396 professions en France sont interdites aux détenteurs d’un casier judiciaire (B2 et B3). Avocat, pompier, gendarme, gardien de sécurité, chauffeur de taxi… autant de métiers que vous ne pouvez pas exercer sans que votre sombre passé ne vous rattrape. Même votre regrettée garde à vue de vos vingt ans, chaudement gardée dans les annales d’une justice qui vous aime mais ne vous pardonne pas. Vous pouvez dire au revoir à votre rêve de devenir pharmacien. Mais pas à celui de faire de de la politique.

30% des parlementaires ont laissé une trace de leur passage dans les dossiers de la justice et du fisc.

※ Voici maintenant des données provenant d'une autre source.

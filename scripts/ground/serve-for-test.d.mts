/** What the programs of one running Halfmark are told (service-list.mjs says more). */
export type ServiceFacts = {
  baseEnv: Record<string, string | undefined>;
  host: string;
  port: number;
  appUrl: string;
  databaseUrl: string;
  sessionSecret: string;
  smtpUrl: string;
  sink: { smtp: number; mailPage: number };
  mailFolder: string;
  uploadsFolder: string;
  logFolder: string;
};

export function seedFingerprint(): string;

export function planForTest(folder: string): Promise<Omit<ServiceFacts, 'databaseUrl'>>;

export function serveForTest(
  facts: ServiceFacts,
  workerCount: number,
): Promise<{
  startWorker(): Promise<void>;
  killWorkers(signal?: NodeJS.Signals): Promise<void>;
  stop(): Promise<void>;
}>;
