import { SetHead } from '@/app/(course)/_components/course-head';
import { openCoursePage } from '@/app/_server/course-page';
import { pageOf } from '@/app/_server/page';
import { Notice } from '@/components/ui/notice';
import { ScriptPage, Section } from '@/components/ui/script-page';
import { VerdictSign } from '@/components/ui/verdict-sign';
import { formatCredit } from '@/lib/domain/credit';
import { flagSentence } from '@/lib/domain/flag-reasons';
import { openDesk } from '@/lib/services/open-desk';
import { AnswerSheet } from '../_components/answer-sheet';
import { Desk } from '../_components/desk';
import { History, OtherParts } from '../_components/around';
import { quickCredits } from '../_components/quick-credits';
import { NotHeld } from '../_components/not-held';

export const metadata = { title: 'Review desk' };

type Props = { params: Promise<{ courseId: string; setId: string; queueItemId: string }> };

/** One answer that needs a person: question, reference and answer side by side, and the ruling in the margin. */
export default async function DeskPage({ params }: Props) {
  const { actor, course, ids } = await openCoursePage(params, 'work-queue');
  const desk = await pageOf(() => openDesk(actor, { ...ids, problemSetId: ids.setId }));
  const { answer, item, set } = desk;
  const itemIds = { courseId: course.id, problemSetId: set.id, queueItemId: item.id };
  const sheet = (
    <>
      {desk.appealReason === null ? null : (
        <div className="mb-4">
          <Notice title="The student appeals">{desk.appealReason}</Notice>
        </div>
      )}
      {item.question === null ? null : (
        <div className="mb-4">
          <Notice title="A grader asks">{item.question}</Notice>
        </div>
      )}
      <AnswerSheet answer={answer} zone={course.timeZone} />
    </>
  );
  const above = (
    <>
      {answer.verdict ? <VerdictSign verdict={answer.verdict} size="margin" detail={answer.slips[0]} /> : null}
      <ul className="text-small text-grey">
        {item.reasons.map((reason) => (
          <li key={reason}>{flagSentence(reason)}</li>
        ))}
      </ul>
    </>
  );
  const below = (
    <>
      <OtherParts parts={desk.otherParts} attempts={desk.earlierAttempts} />
      <History steps={desk.history} zone={course.timeZone} />
    </>
  );
  return (
    <>
      <SetHead
        actor={actor}
        course={course}
        set={set}
        place="Review desk"
        page="queue"
        waiting={desk.waiting}
        status={`${desk.waiting} waiting`}
      />
      <ScriptPage>
        {desk.heldUntil === null ? (
          <Section margin={<NotHeld ids={itemIds} state={item.state} above={above} below={below} />}>{sheet}</Section>
        ) : (
          <Desk
            key={item.id}
            ids={itemIds}
            kind={item.kind}
            quick={quickCredits(answer.outOf)}
            outOf={answer.marks}
            suggested={desk.suggested === null ? '' : formatCredit(desk.suggested)}
            heldUntil={desk.heldUntil.toISOString()}
            mayEscalate={desk.mayEscalate}
            sheet={sheet}
            above={above}
            below={below}
          />
        )}
      </ScriptPage>
    </>
  );
}
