import { spawn, spawnSync } from 'node:child_process';
import { accessSync, constants } from 'node:fs';
import path from 'node:path';
import { Failure, lastWords } from './failure.mjs';

/** The full path of a program on PATH, or null. */
export function findOnPath(name) {
  for (const folder of (process.env.PATH ?? '').split(path.delimiter)) {
    const file = path.join(folder, name);
    if (folder && isExecutable(file)) return file;
  }
  return null;
}

export function isExecutable(file) {
  try {
    accessSync(file, constants.X_OK);
    return true;
  } catch {
    return false;
  }
}

export function isRoot() {
  return process.getuid?.() === 0;
}

/**
 * Runs a program to its end and gathers what it says.
 *
 * @returns {Promise<{ code: number, output: string }>} code 127 where the program is missing, 128 + n after signal n
 */
export function run(program, values, { onStart, ...options } = {}) {
  return new Promise((resolve) => {
    const child = spawn(program, values, { stdio: ['ignore', 'pipe', 'pipe'], ...options });
    onStart?.(child);
    let output = '';
    const gather = (chunk) => {
      output = (output + chunk).slice(-200_000);
    };
    child.stdout?.on('data', gather);
    child.stderr?.on('data', gather);
    child.once('error', (error) => resolve({ code: 127, output: error.message }));
    child.once('close', (code, signal) => resolve({ code: code ?? 128 + (signal ? 1 : 0), output }));
  });
}

/** Runs a quick program and gives what it printed, or null where it failed. */
export function ask(program, values, options = {}) {
  const answer = spawnSync(program, values, { encoding: 'utf8', ...options });
  return answer.status === 0 ? answer.stdout : null;
}

/**
 * Installs Debian packages, as root only.
 *
 * @param {string[]} packages
 * @param {string} purpose what they are needed for, for the person who reads the message
 */
export async function installDebianPackages(packages, purpose) {
  const list = packages.join(' ');
  if (!isRoot() || !findOnPath('apt-get')) {
    const command = findOnPath('apt-get')
      ? `run: sudo apt-get update && sudo apt-get install -y --no-install-recommends ${list}`
      : `install it with your system's package manager (Debian's name for it is ${list})`;
    throw new Failure(`${purpose} is missing.`, `To install it, ${command}`);
  }
  const env = { ...process.env, DEBIAN_FRONTEND: 'noninteractive', LC_ALL: 'C' };
  // A lock held by another package manager is waited for; a half-done update alone is no reason to give up.
  const wait = ['-o', 'DPkg::Lock::Timeout=300'];
  const update = await run('apt-get', [...wait, 'update'], { env });
  const install = await run('apt-get', [...wait, 'install', '-y', '--no-install-recommends', ...packages], { env });
  if (install.code !== 0) {
    const words = /no space left/i.test(install.output)
      ? 'No space left on device'
      : lastWords(`${update.code === 0 ? '' : update.output}\n${install.output}`);
    throw new Failure(
      `${purpose} could not be installed: ${words}`,
      `Mend that, or install by hand: apt-get update && apt-get install -y --no-install-recommends ${list}`,
    );
  }
}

Le raccourci est grossier mais la réalité l’est tout autant. Si vous avez un casier judiciaire, à un moment ou à un autre de votre vie, il y a moment où cela coince. Mais vous seulement, pas pour les élus. Ni nos représentants, ni nos dirigeants, ni nos politiques. Ils ont le droit d’aller voter pour nous des lois qu’ils violent, bracelet électronique à la cheville et auréole au-dessus de la tête. Selon Philippe Pascot, 30 % des parlementaires (soit plus de 270 élu-e-s sur 577 députés et 347 sénateurs) ont laissé une trace de leur passage dans les dossiers de la justice et du fisc. Une broutille, un détail, quelques lignes sans conséquence. Sans conséquences pour leur carrière, qui les place pourtant aux premières loges pour édicter des arrêtés municipaux, voter des textes de loi, faire usage de fonds publics ou exercer en qualité d’officier de police judiciaire (maire).

L’auteur de la pétition, Philippe Pascot, est l’ancien adjoint de Manuel Valls à Evry. Il est l’auteur des ouvrages Du goudron et des plumes, Pilleurs d’Etat, et Délits d’élus. Il a recensé près de 1200 élus qui ont « mis les doigts dans le pot de confiture, à droite comme à gauche. Les plus gros truands sont réélus, et même au 1er tour ». La nouvelle fait mal aux yeux, on a envie de remettre les lunettes de soleil. Mais ce n’est pas le moment. Parmi ces 1200 petites brebis, des inconnus pour nous pour la plupart, se baladent tout de même quelques têtes familières que l’on sait déjà légèrement exposées, pour rester évasif.

Balkani ne pourrait être votre chauffeur de taxi. Sarkozy n’aurait pas le droit d’être architecte. Cahuzac ne serait pas dentiste non plus. Jusque-là, nous n’y avions jamais pensé. Mais la pétition en ligne de Philippe Pascot nous interroge sur la crédibilité de nos représentants, et leur immunité lassante.